Spektrometer UV-Vis terdiri dari beberapa komponen. Lampu deuterium memberikan cahaya untuk rentang UV dan lampu tungsten-halogen untuk rentang cahaya tampak. Monokromator (kisi difraksi atau prisma) memilih pita panjang gelombang yang sempit. Kompartemen sampel menampung kuvet kuarsa untuk pengukuran UV atau kuvet kaca untuk pengukuran rentang tampak, dan detektor (tabung pengganda foto atau susunan fotodioda) mengubah cahaya yang ditransmisikan menjadi sinyal listrik. Instrumen sinar ganda membagi cahaya menjadi berkas sampel dan berkas referensi untuk mengoreksi fluktuasi pelarut dan lampu.

Aplikasi

Spektroskopi UV-Vis digunakan untuk analisis kuantitatif asam nukleat (A260), protein (A280), dan kinetika enzim, penentuan nilai pKa dengan mengukur perubahan serapan dengan pH, pengendalian kualitas obat-obatan, pewarna makanan, dan polutan air, serta karakterisasi kompleks logam transisi dan senyawa organik terkonjugasi.
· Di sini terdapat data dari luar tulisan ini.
"""The published composite rotations, one entry each: angles in closed form, source, what for.

A composite stands in for one rotation by ``angle`` about an axis in the xy plane. How a whole
target is made of such rotations is the business of ``shaper.composite.compose``.

To add one: write its turns about x in time order as a function of the angle, and an entry below
with its source, the errors it corrects and the leading powers of its infidelity. The tests
check every entry of this table: the rotation, and both orders, by series.
"""

from __future__ import annotations

import math
from collections.abc import Callable
from dataclasses import dataclass

import numpy as np
from scipy.optimize import brentq

from shaper.composite.sequence import Sequence

PI = math.pi
Turns = list[tuple[float, float]]  # (angle, phase) in time order, rad


@dataclass(frozen=True)
class Composite:
    """One entry of the library.

    Attributes:
        name: as published, fit for a file.
        turns: from the angle (rad, in (0, pi]) to the turns that make ``+-R_x(angle)``.
        source: citation.
        corrects: "nothing", "amplitude", "detuning" or "amplitude and detuning".
        amplitude_order: leading power of the infidelity in the relative amplitude error.
        detuning_order: leading power of the infidelity in the detuning.
        only_half_turn: True if published for 180 degrees alone.
    """

    name: str
    turns: Callable[[float], Turns]
    source: str
    corrects: str
    amplitude_order: int
    detuning_order: int
    only_half_turn: bool = False

    def rotation(self, angle: float, phase: float) -> Sequence | None:
        """The composite that turns by ``angle`` (rad) about the axis at ``phase`` (rad).

        The angle is wrapped to the shortest turn. None if the entry has no such rotation.
        """
        angle = math.remainder(angle, 2 * PI)
        if self.only_half_turn and abs(abs(angle) - PI) > 1e-9:
            return None
        if angle < 0:
            angle, phase = -angle, phase + PI
        turns = self.turns(angle) if angle > 0 else []
        return Sequence(
            np.array([a for a, _ in turns]),
            np.array([math.remainder(p + phase, 2 * PI) for _, p in turns]),
            self.source,
            self.name,
            uniform=self.detuning_order > 2,
        )


def _wimperis_phase(angle: float) -> float:
    """The phase at which turns by 2 pi undo the amplitude error of ``angle`` to first order."""
    return math.acos(-angle / (4 * PI))


def _plain(angle: float) -> Turns:
    return [(angle, 0.0)]


def _bb1_correction(angle: float) -> Turns:
    phase = _wimperis_phase(angle)
    return [(PI, phase), (2 * PI, 3 * phase), (PI, phase)]


def _bb1(angle: float) -> Turns:
    return [*_bb1_correction(angle), (angle, 0.0)]


def _bb1_symmetric(angle: float) -> Turns:
    return [(angle / 2, 0.0), *_bb1_correction(angle), (angle / 2, 0.0)]


def _sk1(angle: float) -> Turns:
    phase = _wimperis_phase(angle)
    return [(angle, 0.0), (2 * PI, phase), (2 * PI, -phase)]


def _corpse(angle: float) -> Turns:
    k = math.asin(math.sin(angle / 2) / 2)
    return [(2 * PI + angle / 2 - k, 0.0), (2 * PI - 2 * k, PI), (angle / 2 - k, 0.0)]


def _short_corpse(angle: float) -> Turns:
    k = math.asin(math.sin(angle / 2) / 2)
    return [(angle / 2 - k, 0.0), (2 * PI - 2 * k, PI), (angle / 2 - k, 0.0)]


def _scrofulous(angle: float) -> Turns:
    ratio = 2 * math.cos(angle / 2) / PI  # sin(outer)/outer, falling from 2/pi at pi/2 to 0 at pi
    outer = brentq(lambda a: math.sin(a) - ratio * a, PI / 2, PI, xtol=1e-15, rtol=1e-15)
    p = math.acos(-PI * math.cos(outer) / (2 * outer * math.sin(angle / 2)))
    return [(outer, p), (PI, p - math.acos(-PI / (2 * outer))), (outer, p)]


def _levitt_freeman(angle: float) -> Turns:
    return [(PI / 2, -PI / 2), (PI, 0.0), (PI / 2, -PI / 2)]


def _knill(angle: float) -> Turns:
    return [(PI, p - 5 * PI / 6) for p in (PI / 6, 0.0, PI / 2, 0.0, PI / 6)]


def _corpse_in_bb1(angle: float) -> Turns:
    return [*_bb1_correction(angle), *_corpse(angle)]


def _corpse_in_sk1(angle: float) -> Turns:
    return [*_corpse(angle), *_sk1(angle)[1:]]


_CUMMINS = "Cummins, Llewellyn and Jones, Phys. Rev. A 67, 042308 (2003)"
_BANDO = "Bando, Ichikawa, Kondo and Nakahara, J. Phys. Soc. Jpn. 82, 014004 (2013)"

# fmt: off
LIBRARY: dict[str, Composite] = {entry.name: entry for entry in (
    Composite("plain", _plain, "", "nothing", 2, 2),
    Composite("BB1", _bb1, "Wimperis, J. Magn. Reson. A 109, 221 (1994)", "amplitude", 6, 2),
    Composite("BB1-symmetric", _bb1_symmetric,
              "Wimperis, J. Magn. Reson. A 109, 221 (1994); placement: " + _CUMMINS,
              "amplitude", 6, 2),
    Composite("SK1", _sk1, "Brown, Harrow and Chuang, Phys. Rev. A 70, 052318 (2004)",
              "amplitude", 4, 2),
    Composite("CORPSE", _corpse, _CUMMINS, "detuning", 2, 4),
    Composite("short-CORPSE", _short_corpse, _CUMMINS, "detuning", 2, 4),
    Composite("SCROFULOUS", _scrofulous, _CUMMINS, "amplitude", 4, 2),
    Composite("90-180-90", _levitt_freeman,
              "Levitt and Freeman, J. Magn. Reson. 33, 473 (1979)",
              "amplitude (inversion only)", 2, 2, only_half_turn=True),
    Composite("Knill", _knill,
              "E. Knill, reported in Ryan, Hodges and Cory, Phys. Rev. Lett. 105, 200402 (2010)",
              "amplitude and detuning", 4, 4, only_half_turn=True),
    Composite("CORPSE-in-BB1", _corpse_in_bb1, _BANDO, "amplitude and detuning", 6, 4),
    Composite("CORPSE-in-SK1", _corpse_in_sk1, _BANDO, "amplitude and detuning", 4, 4),
)}
# fmt: on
Kelebihan dan Keterbatasan

• Keunggulan: Cepat, tidak merusak, memerlukan volume sampel yang kecil, dan relatif murah.
• Keterbatasan: Hanya mengukur spesies kromoforik; sampel harus transparan dan bebas dari partikel yang berhamburan.
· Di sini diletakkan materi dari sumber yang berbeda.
"""The shortest pulse there is under the circular bound: full amplitude, phase running evenly.

On resonance, with ``|W| <= W_max``, every time-optimal gate has the phase ``phase + rate t``. In
the frame that runs with it the drive stands still, so that (time in units of 1/W_max)

    U = R_z(rate T) exp(-i T/2 [cos(phase) sx + sin(phase) sy - rate sz]).
"""

from __future__ import annotations

import cmath
import math
from dataclasses import dataclass

import numpy as np
from scipy.optimize import brentq, least_squares

from shaper.composite.free_turn import shortest_over_free_turn
from shaper.composite.sequence import Sequence
from shaper.job import Job
from shaper.rotation import IDENTITY, canonical
from shaper.target import Target

SOURCE = (
    "Boscain and Mason, J. Math. Phys. 47, 062101 (2006); "
    "Garon, Glaser and Sugny, Phys. Rev. A 88, 043422 (2013)"
)
_ON_AXIS = 1e-14  # |U21| below this: a pure z rotation, its phase is free
_NO_TURN = 1e-15  # arg U11 against |U21|: round-off
_MOST_SLICES = 2000
_STEPPED_ERROR = 1e-12  # rotation error (half the error angle) taken for exact in N slices


@dataclass(frozen=True)
class Geodesic:
    """The time-optimal drive ``W_max (cos, sin)(phase + rate W_max t)``.

    Attributes:
        length: duration in units of 1/W_max.
        rate: of the phase, in units of W_max.
        phase: at the start, rad.
    """

    length: float
    rate: float
    phase: float


def time_optimal(target: Target) -> Geodesic:
    """The shortest drive under the circular bound, in the sense of SO(3): up to the global sign.

    With ``alpha = U11 = r exp(i d)``, ``b = |U21|`` and the sign of U such that ``Re alpha >= 0``,
    one angle w solves everything: let ``s = r sin(w)``, ``x = atan2(b, r cos(w))``; then

        -s x + atan2(b sin(w), cos(w)) = |d|,    length = 2 x sqrt(b^2 + r^2 cos^2(w)).

    The left side rises from 0 to pi on [0, pi]. For z(theta) the length is
    ``sqrt(theta (4 pi - theta))``. With a free axis the shortest member is taken.

    Source:
        Extremals: Boscain and Mason, J. Math. Phys. 47, 062101 (2006); Garon, Glaser and Sugny,
        Phys. Rev. A 88, 043422 (2013). The equation in w: derived here from the propagator above.
    """
    return _shortest(target)[1]


def _shortest(target: Target) -> tuple[np.ndarray, Geodesic]:
    """The accepted rotation that is reached first, and the way to it."""
    if target.needs_no_pulse:
        return IDENTITY, Geodesic(0.0, 0.0, 0.0)
    return shortest_over_free_turn(target, lambda q: (q, _to_rotation(q)), lambda w: w[1].length)


def _alpha_beta(q: np.ndarray) -> tuple[complex, complex]:
    """U11 and U21, of the two signs the one with Re U11 >= 0."""
    w, x, y, z = canonical(q)
    return complex(max(w, 0.0), -z), complex(y, -x)


def _to_rotation(q: np.ndarray) -> Geodesic:
    alpha, beta = _alpha_beta(q)
    r, b, turn = abs(alpha), abs(beta), cmath.phase(alpha)
    if b < _ON_AXIS:
        b, beta = 0.0, 0j
        if turn == 0.0:
            return Geodesic(0.0, 0.0, 0.0)

    def excess(w: float) -> float:
        x = math.atan2(b, r * math.cos(w))
        return math.atan2(b * math.sin(w), math.cos(w)) - r * math.sin(w) * x - abs(turn)

    if abs(turn) <= _NO_TURN * b:
        w = 0.0  # the constant phase; below, round-off would decide
    else:
        w = brentq(excess, 0.0, math.pi, xtol=1e-16, rtol=1e-15)
    s, c = r * math.sin(w), math.hypot(b, r * math.cos(w))
    duration = 2 * math.atan2(b, r * math.cos(w)) * c
    rate = math.copysign(s / c, turn) if s > 0.0 else 0.0
    phase = cmath.phase(beta) + math.pi / 2 - rate * duration / 2 if b > 0.0 else 0.0
    return Geodesic(duration, rate, math.remainder(phase, 2 * math.pi))


def geodesic_drive(geodesic: Geodesic, slices: int) -> np.ndarray:
    """[slice, 2] unitless: the drive in units of W_max, the phase taken at the slice centers.

    Off the exact gate by a rotation that falls as ``1/slices^2``; ``stepped`` is exact.
    """
    centers = (np.arange(slices) + 0.5) / slices * geodesic.length
    phase = geodesic.phase + geodesic.rate * centers
    return np.stack([np.cos(phase), np.sin(phase)], axis=-1)


def stepped_z_length(angle: float, slices: int) -> float:
    """Shortest z(angle) of N equal slices of constant phase, in units of 1/W_max.

    ``T_N = 2 N arccos(cos(pi/N) / cos((2 pi - |angle|)/(2 N)))`` for ``|angle| <= pi``.
    Source:
        Derived here: the slices seen from the frame that steps with the phase are one rotation to
        the power N, which must be -1 (see ``stepped``).
    """
    a, b = math.pi / slices, (2 * math.pi - abs(angle)) / (2 * slices)
    # sin(arccos(cos a / cos b)), which keeps its digits where the quotient is close to 1
    sine = math.sqrt(max(0.0, math.sin(a - b) * math.sin(a + b))) / math.cos(b)
    return 2 * slices * math.asin(min(1.0, sine))


def stepped(target: Target, slices: int) -> Sequence:
    """The geodesic in N equal slices of constant phase and amplitude, exactly on the target.

    Slices by ``a`` whose phase steps by ``d`` make ``R_z(N d + p) V^N R_z(-p)`` with
    ``V = R_z(-d) R_x(a)``: two unknowns for U11 and |U21|, then p for the phase of U21.

    Args:
        slices: at least 2.
    Raises:
        ValueError: if so few slices cannot make this rotation along the geodesic.
    Source:
        Derived here.
    """
    q, geodesic = _shortest(target)
    if geodesic.length == 0.0:
        return Sequence(np.zeros(0), np.zeros(0), SOURCE, "geodesic")
    alpha, beta = _alpha_beta(q)
    b, turn = abs(beta), cmath.phase(alpha)

    def off(unknown: np.ndarray) -> np.ndarray:
        u11, u21 = _equal_slices(*unknown, slices)
        return np.array([(u11 - alpha).real, (u11 - alpha).imag, u21 - b])

    if b < _ON_AXIS:  # V^N = -1, in closed form
        step = math.copysign((2 * math.pi - 2 * abs(turn)) / slices, turn)
        found = np.array([step, stepped_z_length(2 * turn, slices) / slices])
        start_phase = 0.0
    else:
        start = np.array([geodesic.rate * geodesic.length, geodesic.length]) / slices
        scale = 1 / slices
        found = (
            least_squares(
                lambda u: off(u * scale), start / scale, xtol=1e-15, ftol=1e-15, gtol=1e-15
            ).x
            * scale
        )
        start_phase = cmath.phase(beta) + math.pi / 2 - (slices - 1) * found[0] / 2
    step, angle = found
    if np.linalg.norm(off(found)) > _STEPPED_ERROR or angle < 0:
        raise ValueError(f"slices: {slices} are too few for this rotation along the geodesic")
    return Sequence(
        np.full(slices, angle), start_phase + step * np.arange(slices), SOURCE, "geodesic"
    )


def _equal_slices(step: float, angle: float, slices: int) -> tuple[complex, float]:
    """U11, and U21 up to its phase, of N slices by ``angle`` whose phase steps by ``step``."""
    cos_step, sin_step = math.cos(step / 2), math.sin(step / 2)
    cos_angle, sin_angle = math.cos(angle / 2), math.sin(angle / 2)
    sine = math.hypot(sin_angle, sin_step * cos_angle)  # of half the turn of V
    x = slices * math.atan2(sine, cos_step * cos_angle)
    gain = math.sin(x) / sine if sine > 0 else float(slices)
    running = cmath.exp(-0.5j * slices * step)
    return running * complex(math.cos(x), gain * sin_step * cos_angle), gain * sin_angle


def stepped_on_grid(target: Target, job: Job) -> Sequence:
    """The geodesic in the fewest equal slices of whole samples that fit under the job's circle.

    One sample a slice, or a few more where that would make more than 2,000 slices.
    """
    exact = time_optimal(target).length / job.rabi_max * job.sample_rate  # samples
    if exact == 0.0:
        return stepped(target, 2)
    stride = math.ceil(exact / _MOST_SLICES)
    for slices in range(max(2, math.ceil(exact / stride)), 4 * _MOST_SLICES):
        try:
            found = stepped(target, slices)
        except ValueError:
            continue
        if found.angles[0] <= job.rabi_max * stride / job.sample_rate:
            return found
    raise ValueError("geodesic: found no number of slices that fits the sample grid")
Protokol Spektroskopi UV-Vis Praktis

Panaskan instrumen selama 15–30 menit untuk menstabilkan lampu. Pilih kuvet kuarsa untuk pengukuran UV (<350 nm) karena kaca dan plastik menyerap sinar UV; gunakan kuvet plastik atau kaca sekali pakai hanya untuk pengukuran jarak tampak. Pegang kuvet pada sisi yang buram untuk menghindari sidik jari pada jendela optik. Isi kuvet referensi dengan larutan kosong (pelarut atau buffer saja) dan kuvet sampel dengan larutan analit. Masukkan kuvet referensi pada jalur berkas referensi dan sampel pada jalur berkas sampel. Untuk instrumen sinar tunggal, kumpulkan spektrum dasar blanko terlebih dahulu, lalu ganti dengan sampel. Lakukan pemindaian panjang gelombang dari 200–800 nm dengan kecepatan sedang (200 nm/menit) untuk menentukan λmaks — panjang gelombang serapan maksimum. Untuk analisis kuantitatif pada panjang gelombang tetap, atur instrumen ke λmax analit. Ukur serapan serangkaian larutan standar (konsentrasi 5–7 yang mencakup kisaran yang diharapkan) dan sampel yang tidak diketahui. Buatlah kurva kalibrasi dengan memplot serapan vs. konsentrasi. Cocokkan regresi linier — hukum Beer-Lambert (A = εbc) menyatakan bahwa hubungan harus linier dengan titik potong mendekati nol, asalkan serapannya antara 0,1 dan 1,0 (rentang linier pada sebagian besar instrumen). Jika serapannya melebihi 1,0, encerkan sampel. Untuk kuantifikasi DNA pada 260 nm, gunakan koefisien kepunahan 50 ng/µL per unit OD untuk DNA untai ganda dan 33 ng/µL per unit OD untuk DNA untai tunggal. Kemurnian dinilai dengan rasio A260/A280 (~1,8 untuk DNA murni, ~2,0 untuk RNA murni) dan rasio A260/A230 (>2,0). Untuk kuantifikasi protein pada 280 nm, ukur A280 dari protein yang dimurnikan dan hitung konsentrasinya menggunakan koefisien kepunahan molar protein. Untuk kinetika enzim, pantau perubahan serapan seiring waktu pada panjang gelombang tetap — misalnya, konsumsi NADH pada 340 nm (ε = 6220 M⁻¹cm⁻¹) untuk mengukur aktivitas dehidrogenase.

Aplikasi Dunia Nyata

Dalam studi tentang enzim alkohol dehidrogenase, oksidasi etanol menjadi asetaldehida digabungkan dengan reduksi NAD⁺ menjadi NADH, yang menyerap pada 340 nm. Reaksi dipantau pada 340 nm selama 5 menit pada 30°C dengan 0,1–10 mM etanol. Kecepatan awal diplot vs. konsentrasi substrat dan disesuaikan dengan persamaan Michaelis-Menten, menghasilkan Km = 1,2 mM dan Vmax = 85 µM/mnt.